APPELLATE JURISDICTION

2016: 26 2017 :99

FANAYE BROADBELT

Appellant -v-

(1) BERMUDA ELECTRIC LIGHT COMPANY LIMITED
(2) DENTON WILLIAMS
(3) JOCENE WADE-HARMON

Respondents

REASONS FOR DECISION

(in Court)1 Appeal against dismissal of unfair dismissal claim by Employment Tribunal-jurisdiction of Employment Tribunal to adjudicate discrimination complaints-Employment Act 2000 section 28(1)(a)- appeal against summary dismissal of sex discrimination complaint by Human Rights Tribunal on res judicata grounds -Human Rights Act 1981section 20(6)-whether underlying facts supported application of the doctrine of res judicata Date of hearing: September 12, 2017 Date of Reasons: September 20, 2017 Mr Eugene Johnston, J2 Chambers, for the Appellant Mr Craig Rothwell, Cox Hallett Wilkinson Limited, for the Respondents 1 The present judgment was circulated to the parties without a formal hearing in order to save costs.

Introductory

1. The Appellant is a former employee of the 1st Respondent. The 2nd and 3rd Respondents were at all material times employed by the 1st Respondent in a managerial capacity. She appeals against: (1) the decision of the Employment Tribunal dismissing her unfair dismissal complaint against the 1st Respondent on March 30, 2016; and (2) the February 17, 2017decision of the Human Rights Tribunal summarily dismissing her complaint against the 1st Respondent (initially brought against all three Respondents) that the same employment termination decision was discriminatory on gender grounds.

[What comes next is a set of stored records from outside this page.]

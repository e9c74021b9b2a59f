import { hash, verify } from "@node-rs/argon2";

// Argon2id with the library's defaults (19 MiB, 2 passes): the current OWASP minimum.
export function hashPassword(password: string): Promise<string> {
  return hash(password);
}

// A real hash to verify against when the e-mail is unknown, so a wrong e-mail and a
// wrong password take the same time and cannot be told apart.
let decoy: Promise<string> | undefined;

export async function verifyPassword(passwordHash: string | null, password: string): Promise<boolean> {
  if (passwordHash === null) {
    decoy ??= hash("airtally-decoy-password");
    await verify(await decoy, password).catch(() => false);
    return false;
  }
  return verify(passwordHash, password).catch(() => false);
}
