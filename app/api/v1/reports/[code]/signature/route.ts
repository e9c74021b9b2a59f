import { getReportByCode } from "@/db/queries/reports";
import { normaliseVerificationCode } from "@/lib/server/report-codes";
import { signatureResponse } from "@/lib/server/reports-http";
import { defineRoute, jsonError } from "@/lib/server/route";

export const dynamic = "force-dynamic";

/** Public: the signature of the report issued under a verification code (it proves nothing without the file). */
export const GET = defineRoute({ outsideProject: "public" }, async ({ params }) => {
  const code = normaliseVerificationCode(params.code ?? "");
  const found = code ? await getReportByCode({ code }) : null;
  if (!found) return jsonError(404, "No report was issued under that verification code.");
  return signatureResponse(found.report);
});
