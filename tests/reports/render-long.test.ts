import { PDFDocument } from "pdf-lib";
import { describe, expect, it } from "vitest";
import { renderReport } from "@/lib/report/render";
import { geometryFor } from "@/lib/report/pdf-kit";
import { longModel } from "../support/report-model";
import { readPdfText } from "./pdf-text";

describe("a long report", () => {
  it("paginates every table and wraps every text with nothing past the margins or into the footer", async () => {
    const pdf = await renderReport(longModel(), { documentDate: new Date("2026-12-01T10:00:00Z") });
    expect((await PDFDocument.load(pdf)).getPageCount()).toBeGreaterThan(60);
    const pages = await readPdfText(pdf);
    const geo = geometryFor("IP");
    pages.forEach((page, i) => {
      expect(page.width).toBeCloseTo(geo.width, 0);
      expect(page.text).toContain(`Page ${i + 1} of ${pages.length}`);
      for (const item of page.items) {
        if (item.str.trim() === "") continue;
        const where = `page ${i + 1}: "${item.str}" at (${item.x.toFixed(1)}, ${item.y.toFixed(1)}), width ${item.width.toFixed(1)}`;
        expect(item.x, where).toBeGreaterThanOrEqual(geo.left - 0.5);
        expect(item.x + item.width, where).toBeLessThanOrEqual(geo.right + 0.5);
        expect(item.y, where).toBeLessThanOrEqual(geo.height - 30);
        // Body text stays above the footer rule; the footer's own lines sit below it.
        const inFooter = item.y < geo.bottom - 14;
        expect(inFooter || item.y >= geo.bottom - 12, where).toBe(true);
      }
    });
  }, 120_000);

  it("gives the same bytes for the same model and document date", async () => {
    const model = longModel();
    model.traverses = model.traverses.slice(0, 1);
    model.systems = model.systems.slice(0, 1);
    const date = new Date("2026-12-01T10:00:00Z");
    const a = await renderReport(model, { documentDate: date });
    const b = await renderReport(model, { documentDate: date });
    expect(Buffer.from(a).equals(Buffer.from(b))).toBe(true);
  });
});
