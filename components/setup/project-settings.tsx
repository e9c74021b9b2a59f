"use client";

import { useState } from "react";
import { Button } from "@/components/ui/button";
import type { Project } from "@/db/schema";
import { EditProjectForm } from "./project-settings-form";

/** The project's settings as read, with an "Edit settings" button that opens the form in place. */
export function ProjectSettings({ project, units, children }: { project: Project; units: "IP" | "SI"; children: React.ReactNode }) {
  const [editing, setEditing] = useState(false);
  if (editing) return <EditProjectForm project={project} units={units} onDone={() => setEditing(false)} />;
  return (
    <div className="space-y-3">
      {children}
      <Button variant="secondary" onClick={() => setEditing(true)}>
        Edit settings
      </Button>
    </div>
  );
}
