"use client";

import { useRouter } from "next/navigation";
import { useState } from "react";
import { Button } from "@/components/ui/button";
import type { AirSystem } from "@/db/schema";
import { ApiError } from "@/lib/api-client";
import { designApi } from "@/lib/api-client/design";
import { FORM_UNITS } from "@/lib/design/quantities";
import { designSchemas } from "@/lib/validation/design";
import { DesignForm } from "./design-form";
import { FormMessage } from "./form-fields";
import { systemFields, systemInitial } from "./specs";

/** "Add air system" on the set-up screen: a button that opens the form. */
export function AddSystem({ projectId, units: unitSystem, emphasise }: { projectId: string; units: "IP" | "SI"; emphasise?: boolean }) {
  const router = useRouter();
  const [open, setOpen] = useState(false);
  const units = FORM_UNITS[unitSystem];
  if (!open)
    return (
      <Button variant={emphasise ? "primary" : "secondary"} onClick={() => setOpen(true)}>
        Add air system
      </Button>
    );
  return (
    <div className="w-full rounded-card border-2 border-accent bg-paper p-4">
      <h3 className="mb-3 text-lg font-semibold">New air system</h3>
      <DesignForm
        idPrefix="new-system"
        title="New air system"
        fields={systemFields()}
        initial={systemInitial(null, units)}
        units={units}
        schema={designSchemas(units).system}
        mode="create"
        columns={4}
        submitLabel="Add system"
        save={(payload) => designApi.createSystem(projectId, payload)}
        onSaved={(result) => {
          const { system } = result as { system: { id: string } };
          router.push(`/projects/${projectId}/setup/systems/${system.id}`);
          router.refresh();
        }}
        onCancel={() => setOpen(false)}
      />
    </div>
  );
}

/** Edit or delete a system (the delete is refused while field data hangs on it). */
export function SystemActions({ projectId, system, units: unitSystem, sectionCount, terminalCount }: { projectId: string; system: AirSystem; units: "IP" | "SI"; sectionCount: number; terminalCount: number }) {
  const router = useRouter();
  const units = FORM_UNITS[unitSystem];
  const [mode, setMode] = useState<"view" | "edit" | "confirm">("view");
  const [message, setMessage] = useState<string | null>(null);
  const [busy, setBusy] = useState(false);

  async function remove() {
    setBusy(true);
    setMessage(null);
    try {
      await designApi.deleteSystem(projectId, system.id);
      router.push(`/projects/${projectId}/setup`);
      router.refresh();
    } catch (err) {
      setMessage(err instanceof ApiError ? err.message : "The system could not be deleted.");
      setMode("view");
    } finally {
      setBusy(false);
    }
  }

  if (mode === "edit")
    return (
      <DesignForm
        idPrefix="system"
        title={`Edit ${system.tag}`}
        fields={systemFields()}
        initial={systemInitial(system, units)}
        units={units}
        schema={designSchemas(units).system}
        mode="edit"
        columns={4}
        submitLabel="Save system"
        save={(payload) => designApi.updateSystem(projectId, system.id, payload)}
        onSaved={() => {
          setMode("view");
          router.refresh();
        }}
        onCancel={() => setMode("view")}
      />
    );
  return (
    <div className="space-y-3">
      <div className="flex flex-wrap gap-3">
        <Button variant="secondary" onClick={() => setMode("edit")}>
          Edit system
        </Button>
        {mode === "confirm" ? (
          <div role="group" aria-label="Confirm delete" className="flex flex-wrap items-center gap-3 rounded-card border-2 border-fault bg-fault-soft px-3 py-1">
            <span className="font-semibold text-fault">
              Delete {system.tag} with its {sectionCount} duct section{sectionCount === 1 ? "" : "s"} and {terminalCount} terminal{terminalCount === 1 ? "" : "s"}?
            </span>
            <Button onClick={remove} disabled={busy} className="bg-fault hover:bg-fault">
              Delete
            </Button>
            <Button variant="secondary" onClick={() => setMode("view")}>
              Keep it
            </Button>
          </div>
        ) : (
          <Button variant="quiet" onClick={() => setMode("confirm")}>
            Delete system…
          </Button>
        )}
      </div>
      <FormMessage message={message} tone="fault" />
    </div>
  );
}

2. The two appeals were heard together. At the beginning of the hearing I summarily dismissed the Appellant’s application for an adjournment. After hearing brief argument from counsel, it was clear that the Employment Tribunal had not determined the Appellant’s discrimination complaint and that Human Rights Tribunal had wrongly dismissed the Appellant’s complaint against the 1st Respondent on the unsupportable basis that Employment Tribunal had considered and decided the discrimination issue.

3. On September 12, 2017, I dismissed the Employment Tribunal appeal and allowed the Human Rights Tribunal appeal, making no order as to costs. It made sense to allow the Appellant to pursue her discrimination complaint against the 1st Respondent in the proceeding which was still pending before the Human Rights Tribunal against the 2nd and 3rd Respondents. No grounds for setting aside the Decision of the Employment Tribunal other than for failing to consider the discrimination complaint were made out.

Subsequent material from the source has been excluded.